Außerdem kennt der irgendwie die Funktion getTransForm(mytransform) nicht, er beschwert sich nämlich immer....


----------



## MPW (9. Mai 2005)

Ah, jetzt hab' ichs, das muss heißen getTransform(<<kleines f).

aber wie krieg' ich dann aus dem Vector position 'nen Point3dObjekt?


----------



## Illuvatar (9. Mai 2005)

Sry wegen TransForm, das hab ich grad ausm Kopf getippt 

http://www.seas.ucla.edu/java3d/javax/vecmath/Point3d.html#Point3d(javax.vecmath.Tuple3f)


----------



## MPW (9. Mai 2005)

Ja wunderbar! Ich glaube für's erste passt das...Danke!;-)


----------



## Oxygenic (10. Mai 2005)

MPW hat gesagt.:
			
		

> ich brauche für ein kleines Spiel ein TerrainFollowing...

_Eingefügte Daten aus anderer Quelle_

"""What a machine's own windings read before narrows what they should read now, and nothing else."""

import numpy as np
import pytest

from calc.kinds import twin_of
from calc.sheet_io import sheet_from_plain
from calc.temperature import winding_resistance_at
from calc.twin import Ask, Twin
from rules.diagnosing import diagnose
from rules.weigh.conditioned import conditioned
from tests.rules.makers import shipped

KNOWN = shipped()
PLATES = {
    "induction_3ph": {
        "power": "7.5 kW", "voltage": "400 V", "current": "14.9 A", "frequency": "50 Hz", "speed": "1455 rpm",
        "power_factor": 0.84, "efficiency": "88.7 %", "connection": "delta",
    },
    "induction_1ph": {"power": "0.75 kW", "voltage": "230 V", "current": "5.1 A", "frequency": "50 Hz",
                      "speed": "1420 rpm"},
    "dc_shunt": {"power": "5.5 kW", "voltage": "220 V", "current": "30 A", "speed": "1500 rpm"},
}  # fmt: skip
WINDINGS = [
    ("induction_3ph", "winding_resistance", 3),
    ("induction_1ph", "main_resistance", 1),
    ("dc_shunt", "armature_resistance", 1),
]
EACH = pytest.mark.parametrize(("kind", "measure", "count"), WINDINGS, ids=[kind for kind, _, _ in WINDINGS])


def sheet(kind, *readings, complaint="after_repair"):
    machine = {"kind": kind, "nameplate": PLATES[kind]}
    return sheet_from_plain(
        {"format": 1, "machine": machine, "complaint": complaint, "readings": list(readings)}
    )


def read(measure, ohm, count, warm="25 degC"):
    """The winding, read with leads that do not count."""
    value = [f"{ohm:.4g} ohm"] * count if count > 1 else f"{ohm:.4g} ohm"
    context = {"temperature": warm, "method": "four_wire"}
    return {"measure": measure, "state": "isolated", "value": value, **context}


def band_of(diagnosis, measure):
    return next(b for b in diagnosis.expected if (b.measure, b.state) == (measure, "isolated"))


def odds(case, own=None):
    return {f.id: f.probability for f in diagnose(case, knowledge=KNOWN, own=own).faults}


def typical(kind, measure):
    """The middle of what machines of this plate read, at the temperature of own readings."""
    band = band_of(diagnose(sheet(kind), knowledge=KNOWN), measure)
    return winding_resistance_at(resistance_ohm=band.mid, measured_c=band.temperature_c, wanted_c=25.0)


class Noting:
    """A twin that notes the latents that it is asked for."""

    def __init__(self, twin: Twin) -> None:
        self._twin = twin
        self.asked = []

    def __getattr__(self, name):
        return getattr(self._twin, name)

    def predict(self, z, attributes, asks):
        self.asked.append(z)
        return self._twin.predict(z, attributes, asks)


@EACH
@pytest.mark.parametrize("share", [0.75, 1.0, 1.3])
def test_the_band_of_a_winding_narrows_around_what_it_read_before(kind, measure, count, share):
    own = share * typical(kind, measure)
    before = band_of(diagnose(sheet(kind), knowledge=KNOWN), measure)
    after = band_of(diagnose(sheet(kind), knowledge=KNOWN, own={measure: (own,) * count}), measure)
    assert after.high / after.low < 0.75 * before.high / before.low
    there = winding_resistance_at(resistance_ohm=own, measured_c=25.0, wanted_c=after.temperature_c)
    assert after.mid == pytest.approx(there, rel=0.04)
    assert after.low < there < after.high


@EACH
def test_a_level_that_has_changed_leaves_the_band_that_it_was_in_without_history(kind, measure, count):
    ohm = typical(kind, measure)
    case = sheet(kind, read(measure, 1.25 * ohm, count))
    wide = band_of(diagnose(case, knowledge=KNOWN), measure)
    narrow = band_of(diagnose(case, knowledge=KNOWN, own={measure: (ohm,) * count}), measure)
    assert wide.low < 1.25 * ohm < wide.high
    assert 1.25 * ohm > narrow.high


@pytest.mark.parametrize(("ratio", "before"), [(3.0, 1 / 1.7), (1 / 3.0, 1.7)], ids=["star", "delta"])
def test_star_for_delta_is_seen_that_the_plate_alone_leaves_open(ratio, before):
    """Between two terminals star reads three times what delta reads: 2 R against 2 R / 3."""
    own = before * typical("induction_3ph", "winding_resistance")
    case = sheet("induction_3ph", read("winding_resistance", ratio * own, 3))
    assert odds(case)["wrong_connection"] < 0.6
    with_own = odds(case, {"winding_resistance": (own,) * 3})
    assert with_own["wrong_connection"] > 0.95
    assert with_own["healthy"] < 0.01


def test_a_worse_contact_of_the_brushes_is_seen_against_the_armature_of_before():
    own = typical("dc_shunt", "armature_resistance")
    case = sheet("dc_shunt", read("armature_resistance", 1.4 * own, 1))
    assert odds(case, {"armature_resistance": (own,)})["healthy"] < 0.75 * odds(case)["healthy"]


@EACH
def test_a_winding_that_reads_as_before_is_suspected_no_more_than_without_history(kind, measure, count):
    ohm = typical(kind, measure)
    case = sheet(kind, read(measure, ohm, count))
    assert odds(case, {measure: (ohm,) * count})["healthy"] > odds(case)["healthy"] - 0.02


@pytest.mark.parametrize(
    "own",
    [{}, {"no_such_measure": (1.0,)}, {"pole_drop": (1.0, 1.0, 1.0)}, {"insulation_resistance": (3e8,)}],
    ids=["nothing", "unknown", "no winding", "insulation"],
)
def test_without_an_own_winding_the_very_same_twin_comes_back(own):
    case = sheet("induction_3ph")
    twin = twin_of(case.machine, case.readings)
    assert conditioned(twin, own, KNOWN) is twin


@EACH
def test_severities_stay_standard_and_apart_from_the_windings(kind, measure, count):
    case = sheet(kind)
    noting = Noting(twin_of(case.machine, case.readings))
    known = conditioned(noting, {measure: (1.2 * typical(kind, measure),) * count}, KNOWN)
    z = np.random.default_rng(3).standard_normal((50, known.dim)).clip(-4.0, 4.0)
    other = np.array(z)
    other[:, -2:] = -other[:, -2:]
    noting.asked.clear()
    attributes = {name: np.full(50, float(value)) for name, value in known.defaults.items()}
    for rows in (z, other):
        known.predict(rows, attributes, [Ask(measure, "isolated", temperature_c=25.0)])
    first, second = noting.asked
    assert first[:, -2:] == pytest.approx(z[:, -2:])
    assert second[:, -2:] == pytest.approx(other[:, -2:])
    assert first[:, :-2] == pytest.approx(second[:, :-2])
    for effect in known.effects:
        assert known.modes(effect) == noting.modes(effect)


@EACH
def test_other_readings_keep_their_bands_where_the_winding_says_nothing_of_them(kind, measure, count):
    own = {measure: (typical(kind, measure),) * count}
    before = {(b.measure, b.state): b for b in diagnose(sheet(kind), knowledge=KNOWN).expected}
    after = {(b.measure, b.state): b for b in diagnose(sheet(kind), knowledge=KNOWN, own=own).expected}
    assert after.keys() == before.keys()
    for key, band in after.items():
        assert np.isfinite([band.low, band.mid, band.high]).all()
        assert band.high - band.low <= 1.1 * (before[key].high - before[key].low)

Apropos Terrainfollowing...

(die URL bitte komplett zusammensetzen, das Board hier hat nen Bug...)


----------



## MPW (10. Mai 2005)

hä, wie jetzt, poste die doch einfach als text, ich weiß jetzt nicht wie ich das puzzeln muss....


----------



## MPW (10. Mai 2005)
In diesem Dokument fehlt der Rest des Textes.